In a message dated 12/26/2007 2:59:26 P.M. Pacific Standard Time,
brent@regandesigns.com writes:
the
humility to accept the results of testing and the wisdom to mitigate the risk.
Hamid is a very good engineer. Ignore his advice at your peril. If you need a
sycophant, you are looking in the wrong place.
I guess I missed the humility part...
Look gents, there are many ways to skin a cat and you two (Hamid and daddy
Brent) are VERY confident regards yours. Fine, but my comments
started from another point of view that I would suggest is still worth
consideration, to wit:
I like the Dynon as a backup to a certified EFIS on a Lancair IV with a
properly designed power production/distribution system--my original statement
when I entered this string. It was good enough for the fine ENGINEERS at
Scaled when WE flew SS1 to space, it never failed and it was praised by Mike
Melvill, the world's first civilian astronaut. But that really isn't the
point either. The point is the design process in total: a reliable
panel is the result of system design philosophy that begins with some
questions:
1. Is the engine electrically dependent?
2. Is the panel electrically dependent?
If yes to either, then really study Nuckolls.
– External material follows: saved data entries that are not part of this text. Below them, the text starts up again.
"""Two films and the interface between them: fluxes, interface state, derivatives."""
from .blocks import InterfaceBlocks, interface_blocks, interface_start
from .flux import interface_flux
from .records import Bulk, FilmState, InterfaceDerivatives, InterfaceFlux, InterfaceStatus
from .reverse import bulks_from_interface
from .search import solutions

__all__ = ["Bulk", "FilmState", "InterfaceBlocks", "InterfaceDerivatives", "InterfaceFlux", "InterfaceStatus",
           "bulks_from_interface", "interface_blocks", "interface_flux", "interface_start", "solutions"]
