def column(**changed: Any) -> Any:
    arguments: dict[str, Any] = {
        "stages": 8, "feeds": [Feed(4, [3.0, 3.0, 4.0], vapor_fraction=0.0)], "pressure": 1e5,
        "condenser": TotalCondenser(), "reboiler": Reboiler(),
        "specifications": [RefluxRatio(2.0), DistillateRate(5.0)]}
    return rb.Column(**(arguments | changed))


def profile(**changed: Any) -> Any:
    frame = pd.read_csv(TEMPLATES / "profile.csv").astype({"P_Pa": float})
    feed = rb.ProfileFeed(6, "liquid", 30.0, np.array([0.4, 0.2, 0.4]), 346.0)
    for name, value in changed.items():
        frame.loc[2, name] = value
    return rb.StageProfile.from_frame(frame, ["methanol", "2-propanol", "water"], feeds=[feed])


def two_liquids() -> Any:
    names = ["ethanol", "1-butanol", "water"]
    mixture = ThermoProperties.from_names(names, "unifac-modified", T_range=(300.0, 400.0))
    liquid = rb.Bulk(np.array([0.02, 0.08, 0.9]), np.array(350.0), 1e-2 * KAPPA, np.array(2000.0), np.array(3e4))
    return rb.interface_flux(VAPOR, liquid, mixture, 1e5)


CALLS: list[tuple[str, Callable[[], Any], type[Exception], str]] = [
    ("a negative fraction", lambda: film(x0=[-0.1, 0.6, 0.5]), InputError, r"\[0\] = -0.1"),
    ("fractions that do not sum to one", lambda: film(x0=[0.5, 0.5, 0.1]), InputError, "sum to 1.1"),
    ("not a number", lambda: film(x0=[np.nan, 0.5, 0.5]), InputError, r"\[0\] = nan"),
    ("infinity", lambda: film(c_t=np.inf), InputError, "c_t = inf"),
    ("a text", lambda: film(c_t="thick"), InputError, "c_t: expected numbers"),
    ("another number of components", lambda: film(xd=[0.5, 0.5]), InputError, "xd|components|shape"),
    ("a matrix that is not symmetric", lambda: film(kappa=KAPPA + np.triu(KAPPA, 1)), InputError, "symmetric"),
    ("a coefficient of zero", lambda: film(kappa=KAPPA * np.array([1.0, 0.0, 1.0])), InputError, "above zero"),
    ("a kappa of another size", lambda: film(kappa=np.eye(4)), InputError, r"expected shape \(..., 3, 3\)"),
    ("batches that do not broadcast", lambda: film(x0=np.tile(Y, (2, 1)), xd=np.tile(X, (3, 1))), InputError,
     "shape|broadcast"),
    ("a stagnant component that is not there", lambda: film(closure=Stagnant(5)), InputError, "component = 5"),
    ("a component by name where an index is due", lambda: Stagnant("a"), InputError,  # type: ignore[arg-type]
     "expected the index of one component"),
    ("a closure of zeros", lambda: film(closure=LinearBootstrap(np.zeros(3))), InputError, "nu"),
    ("a flux ratio that is no number", lambda: FluxRatio(0, np.nan), InputError, "z = nan"),
    ("a liquid inside its spinodal", lambda: film(gamma=np.array([[-0.5, 0.0], [0.0, 1.0]])), UnstableMixtureError,
     "eigenvalue"),
    ("a liquid that splits in two at an interface", two_liquids, UnstableMixtureError, "the liquid would split in two"),
    ("effective: a negative density", lambda: effective(Y, X, KAPPA, -1.0, Equimolar()), InputError, "c_t = -1.0"),
    ("degrees Celsius at an interface", lambda: interface({"temperature": -20.0}), InputError, "temperature"),
    ("no heat transfer", lambda: interface({"heat_transfer": 0.0}), InputError, "heat_transfer"),
    ("a negative pressure", lambda: interface(P=-1e5), InputError, "P = -100000.0"),
    ("a liquid of two components for three", lambda: interface(liquid={"composition": [0.5, 0.5]}), InputError,
     "components"),
    ("a mixture of nothing", lambda: rb.ConstantVolatility([], [], 1.0, a=1.0, b=1.0), InputError, "names"),
    ("a name twice", lambda: rb.ConstantVolatility(["a", "a"], [1.0, 2.0], 1.0, a=1.0, b=1.0), InputError, "distinct"),
    ("a volatility of zero", lambda: rb.ConstantVolatility(["a", "b"], [1.0, 0.0], 1.0, a=1.0, b=1.0), InputError,
     r"volatility\[1\] = 0.0"),
    ("a component nobody knows", lambda: ThermoProperties.from_names(["water", "unobtainium"]), InputError,
     "unobtainium"),
    ("a gas above its critical temperature as a liquid", lambda: ThermoProperties.from_names(["nitrogen", "water"],
     T_range=(280.0, 380.0)), InputError, "nitrogen"),
    ("a henry constant that nobody has", lambda: ThermoProperties.from_names(["nitrogen", "acetone"],
     henry=["nitrogen"], T_range=(280.0, 350.0)), InputError, "no constant of nitrogen in acetone"),
    ("parameters of the wrong size", lambda: Nrtl(3, tau_a=np.zeros((2, 2))), InputError, "tau"),
    ("a temperature outside the bank", lambda: ThermoProperties.from_names(["water"], "ideal", T_range=(300.0, 400.0))
     .k_value(np.array(450.0), np.array(1e5), np.ones(1), np.ones(1)), PropertyRangeError, "450"),
    ("a weir above the next tray", lambda: SieveTray(**(TRAY | {"weir_height": 0.6})), InputError, "weir_height = 0.6"),
    ("millimeters for meters", lambda: SieveTray(**(TRAY | {"weir_height": 50.0})), InputError, "weir_height = 50.0"),
    ("per cent for a fraction", lambda: SieveTray(**(TRAY | {"hole_area_fraction": 10.0})), InputError, "below 0.35"),
    ("coefficients on no area", lambda: FixedCoefficients(0.03, 2e-4, 0.0, h_vapor=60.0, h_liquid=900.0), InputError,
     "area = 0.0"),
    ("one specification too few", lambda: column(specifications=[RefluxRatio(2.0)]), InputError, "1 given"),
    ("the same specification twice", lambda: column(specifications=[RefluxRatio(2.0), RefluxRatio(3.0)]), InputError,
     "given 2 times"),
    ("no feed", lambda: column(feeds=[]), InputError, "needs at least one"),
    ("a feed of nothing", lambda: Feed(4, [0.0, 0.0, 0.0], vapor_fraction=0.0), InputError, "all zero"),
    ("a feed at a temperature and a vapour fraction", lambda: Feed(4, [1.0], 300.0, 0.5), InputError, "give either"),
    ("a pressure for other stages", lambda: column(pressure=[1e5] * 7), InputError, "expected one number or 8"),
    ("an absorber without liquid", lambda: column(condenser=None, reboiler=None, specifications=[],
     feeds=[VaporFeed(8, [1.0, 1.0, 1.0], 300.0)]), InputError, "no condenser and no liquid feed"),
    ("an absorber without gas", lambda: column(condenser=None, reboiler=None, specifications=[],
     feeds=[LiquidFeed(1, [1.0, 1.0, 1.0], 300.0)]), InputError, "no reboiler and no vapour feed"),
    ("a feed of other components than the model", lambda: rb.solve_equilibrium(column(
        feeds=[Feed(4, [5.0, 5.0], vapor_fraction=0.0)]), MIX), InputError, "the property model has 3"),
    ("degrees Celsius in a profile", lambda: profile(T_K=70.0), InputError, "degrees Celsius"),
    ("bar in a profile", lambda: profile(P_Pa=1.01), InputError, "bar or kPa"),
    ("no flow in a profile", lambda: profile(L_mol_s=0.0), InputError, "above zero"),
    ("a fraction above one in a profile", lambda: profile(x_water=1.2), InputError, "between 0 and 1"),
    ("a profile with a hole", lambda: profile(y_water=np.nan), InputError, "row 3, column y_water"),
    ("a scatter of 500 per cent", lambda: Uncertainty(vapor=5.0), InputError, "vapor = 5.0"),
    ("samples that are no power of two", lambda: Uncertainty(samples=100), InputError, "power of two"),
]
Include the ability to isolate and monitor each of the generation and storage
elements. Include a current limiter for each of the alternators.
Include all the normal over voltage protection and low voltage warning
devices. Be able to monitor load. Interestingly the Chelton does NOT
have a current measuring capability so add one if you are using that all
singing, all dancing Hamid/Brent EFIS. (a wonderful piece of gear I am
very glad to have on my panel) I located a load meter/volt meter in my
normal field of view and have a low voltage light that illuminates within a few
seconds of an alternator failure.
3. Is the panel providing information or just a bunch of data?
Work to make it simple--you will have plenty to
keep you busy without having multiple redundant displays everywhere begging for
attention. Remember many flew for decades with a fraction of the
information provided by one good EFIS--the panel is a bad place for gadget
overload.
4. Contain your redundancies--a subset of the above.
After trying to design in simplicity I still had
FOUR separate sources of heading information when I considered where to put the
standby compass. Sooo why would I add a fifth, other than to appease an
inspector who doesn't really understand the regs.
5. Are you really weather current: IMC not just IFR?
If single pilot IMC in a complex airplane
is your goal, a good autopilot is a fine place to spend some
money--maybe worth more of your consideration than the shape of backup
instruments. Remember a good autopilot provides the same attitude data
while it flies the approach.
6. If you do all that then your airplane, not just your
panel, will have power when you need it so really an electric gyro as a
backup attitude indicator or an electric mini EFIS is a flip of the coin.
My decisions after the above resulted in a single alternator and two
Odyssey batteries as I stated previously. I like multiple batteries
because I am confident their technology will continue to develop rapidly as
hybrid this and that's come to the market place and I will be able to benefit
with easy retrofits (no body is spending much money on next generation
alternators that can be screwed into TSIO-550s). I have a current limiter
and a B&C voltage regulator with very reliable protection and warning
circuitry. I have one main bus, two battery switches, one LSE only on each
battery bus and an alternator switch so everything is deselectable for trouble
shooting. I do not have an avionics switch but do have an EFIS mstr for
the Chelton suite as well as an autopilot mstr for the TruTrak suite. I do
not have a second alternator because I did not think it worth the addition of
gears in the accessory section of the engine (no mags, no stby alt, no vacuum
pump, no accessory gears) as well as a second voltage regulator and associated
wiring. I have many fuses and few CBs.
Mine is the yellow panel, the first in the Lancair
Avionics IV/IVP gallery. The left insert is dedicated to the dual LSE
ignitions, the rest is self explanatory I think. Having flown as a USAF
combat, fighter and test pilot for twenty years and worked at Northrop as
analyst, engineer, manager and executive for the YF-23, B-2, JSF, and many
advanced projects for 15 as well as served on the board of Scaled, I think it is
wonderful to have a panel with NO round gauges--truly 21st century stuff!
All works fine and plays together well--providing information not just
data--pretty much right from the start. My first homebuilt was a LongEZ
that took years to sort out; I built this LIV mostly alone in 6 years and one
week and accumulated 146 hours the first year, about 10% IMC. I think that
speaks well of the airplane and the systems design and integration--a tip of the
hat to the team at Redmond as well as Mr Nuckolls. From my point of view
the LIV is the best, most efficient cross country airplane available today--and
it is a joy to fly and goes really fast!